Fatality dalam Aktivitas Pertambangan PTBA Sudah Diprediksi

Ilustrasi excavator amfibi. (ist/rmolsumsel.id)
Ilustrasi excavator amfibi. (ist/rmolsumsel.id)

Peningkatan produksi dalam aktivitas pertambangan sudah selayaknya diimbangi dengan peningkatan atensi terhadap keselamatan pekerja. Hal ini disampaikan oleh Deputi K-MAKI Sumsel Feri Kurniawan kepada Kantor Berita RMOLSumsel. 


Apa yang disampaikannya ini, menyoroti kejadian fatality di site Muara Tiga Besar Utara milik PTBA yang terjadi pada Kamis (22/12) lalu, dimana seorang operator excavator tenggelam dalam sump saat bekerja. 

Ulasan mengenai peningkatan produksi dan keselamatan pertambangan ini bahkan telah beberapa kali disampaikan oleh Feri. Terlebih sebagai perusahaan milik negara, PTBA seharusnya menurut Feri punya tanggung jawab lebih. 

"Sudah kita prediksi, karena peningkatan produksi terjadi secara masif. Hal ini sudah bisa dikategorikan kelalaian dari sistem keselamatan perusahaan, terlebih apabila benar korban bekerja di kolam tanpa mengenakan safety vest (pelampung) saat tenggelam," kata Feri. 

Fatality di akhir tahun yang terjadi dalam aktivitas pertambangan PTBA ini menurut Feri menjadi ironis, karena pada Juni 2022 lalu PTBA mendapat penghargaan dari Menaker Ida Fauziyah atas Sistem Manajemen Keselamatan dan Kesehatan Kerja dengan baik sesuai Peraturan Pemerintah No. 50 Tahun 2012.
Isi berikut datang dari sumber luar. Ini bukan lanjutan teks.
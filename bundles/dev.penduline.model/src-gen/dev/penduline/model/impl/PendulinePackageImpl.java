/**
 * Penduline: the mechanism file model.
 * SPDX-License-Identifier: EPL-2.0
 * Generated from model/mechanism.ecore by releng/scripts/regenerate-model.sh: do not edit.
 */
package dev.penduline.model.impl;

import dev.penduline.model.AngleUnit;
import dev.penduline.model.DecimalSeparator;
import dev.penduline.model.Delimiter;
import dev.penduline.model.EnergyShare;
import dev.penduline.model.Estimate;
import dev.penduline.model.FitResult;
import dev.penduline.model.FrictionHypothesis;
import dev.penduline.model.FrictionKind;
import dev.penduline.model.FrictionTerm;
import dev.penduline.model.Mechanism;
import dev.penduline.model.Part;
import dev.penduline.model.PendulineFactory;
import dev.penduline.model.PendulinePackage;
import dev.penduline.model.SessionFit;
import dev.penduline.model.Setting;
import dev.penduline.model.ShapeAxis;
import dev.penduline.model.ShapeKind;
import dev.penduline.model.TensorReference;
import dev.penduline.model.TermSetScore;
import dev.penduline.model.TestSession;
import dev.penduline.model.TimeUnit;

import org.eclipse.emf.ecore.EAttribute;
import org.eclipse.emf.ecore.EClass;
import org.eclipse.emf.ecore.EEnum;
import org.eclipse.emf.ecore.EPackage;
import org.eclipse.emf.ecore.EReference;

import org.eclipse.emf.ecore.impl.EPackageImpl;
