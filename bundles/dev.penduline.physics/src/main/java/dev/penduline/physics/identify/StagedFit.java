package dev.penduline.physics.identify;

import java.util.ArrayList;
import java.util.Arrays;
import java.util.List;
import java.util.Set;

import org.hipparchus.linear.RealMatrix;
import org.hipparchus.linear.RealVector;
import org.hipparchus.util.Pair;

import dev.penduline.physics.MechanismProperties;
import dev.penduline.physics.motion.FrictionTorques;
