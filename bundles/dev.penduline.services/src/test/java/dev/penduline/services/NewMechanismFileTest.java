package dev.penduline.services;

import static org.junit.jupiter.api.Assertions.assertEquals;
import static org.junit.jupiter.api.Assertions.assertThrows;
import static org.junit.jupiter.api.Assertions.assertTrue;

import java.nio.file.Files;
import java.nio.file.Path;
import java.util.Optional;

import org.junit.jupiter.api.Test;
import org.junit.jupiter.api.io.TempDir;

import dev.penduline.model.Mechanism;

class NewMechanismFileTest {

    @TempDir
    Path dir;

    @Test
    void fileNameIsTheSlugOfTheMechanismName() {
        assertEquals("inspection-hatch-ih-60.penduline", NewMechanismFile.fileName("Inspection hatch IH-60"));
        assertEquals("mechanism.penduline", NewMechanismFile.fileName("  -- "));
    }

    @Test
    void withoutPartsListTheFileHoldsANamedMechanismWithoutParts() throws Exception {
        Path target = dir.resolve("gate.penduline");
        NewMechanismFile.write("Yard gate", Optional.empty(), target);
        Mechanism m = MechanismLoader.readMechanism(target);
        assertEquals("Yard gate", m.getName());
        assertTrue(m.getParts().isEmpty());
        InputException again = assertThrows(InputException.class,
                () -> NewMechanismFile.write("Yard gate", Optional.empty(), target));
        assertTrue(again.getMessage().contains("already exists"), again.getMessage());
    }

    @Test
    void withPartsListTheFileGivesTheSameInertiaAsTheList() throws Exception {
        // A slender rod pivoted at its end: J0 = m L²/3 (Meriam & Kraige, Dynamics, Table D/4),
        // 1.5 · 0.6² / 3 = 0.18 kg·m².
        Path csv = Files.writeString(dir.resolve("arm.csv"), """
                name,shape,mass_kg,x_m,y_m,z_m,length_m,axis
                arm,rod,1.5,0,-0.3,0,0.6,y
                """);
        Path target = dir.resolve(NewMechanismFile.fileName("Swing arm"));
        NewMechanismFile.write("Swing arm", Optional.of(PartsImport.readPartsList(csv)), target);
        assertEquals(0.18, new MechanismLoader().load(target).properties().pivotInertia(), 1e-12);
    }

    @Test
    void aBadPartsListNamesTheFileAndLine() throws Exception {
        Path csv = Files.writeString(dir.resolve("bad.csv"), """
                name,shape,mass_kg,x_m,y_m,z_m
                arm,point,heavy,0,-0.3,0
                """);
        InputException e = assertThrows(InputException.class, () -> PartsImport.readPartsList(csv));
        // file and line (the bad value is on line 2, under the header), then the column and the value
        assertTrue(e.getMessage().contains("bad.csv:2:"), e.getMessage());
        assertTrue(e.getMessage().contains("mass_kg"), e.getMessage());
        assertTrue(e.getMessage().contains("'heavy'"), e.getMessage());
    }
}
"Faktanya tidak demikian, sebelum dapat penghargaan terjadi fatality truk tangki meledak. Setelah mendapat penghargaan justru terdapat korban operator tenggelam, artinya penghargaan itu tidak relevan," sambung Feri. 

Tidak hanya bagian kesehatan dan keselamatan kerja di lingkup pertambangan. Pemimpin (KTT), menurut Feri adalah orang yang paling bertanggung jawab. Sebab telah mencoreng prestasi yang ditunjukkan oleh PTBA sepanjang 2022 ini. 

"Hal yang sangat fatal bagi perusahaan seperti PT Bukit Asam dengan fasilitas K3 dan operator K3 yang bersertifikat internasional, hingga wajar bila bagian K3 dan KTT ini harus diberikan sanksi berat," jelasnya. 

Begitu juga dengan kontraktor Pamapersada Nusantara (PAMA) dan sejumlah subkontraktornya dalam proyek bernilai triliunan di areal pertambangan PTBA yang sebelum ini disebutnya terlibat dalam dugaan kongkalikong untuk mendapatkan pekerjaan tersebut. 

Sehingga manajemen PTBA menurut Feri sudah sangat layak melakukan evaluasi menyeluruh secara internal, maupun eksternal yakni meninjau kembali kerjasama dengan kontraktor tersebut sehingga bisa memaksimalkan potensi anak perusahaan dan bahkan kontraktor lokal. 

"PT Bukit Asam harus bertanggung jawab penuh dengan menghentikan sementara dan mengevaluasi kinerja sub kontraktor. Salah satu solusinya kedepan, tentu bisa mengaktifkan kembali anak usaha seperti PT SBS yang punya track record zero insiden pada tahun 2017 yang lalu," pungkasnya.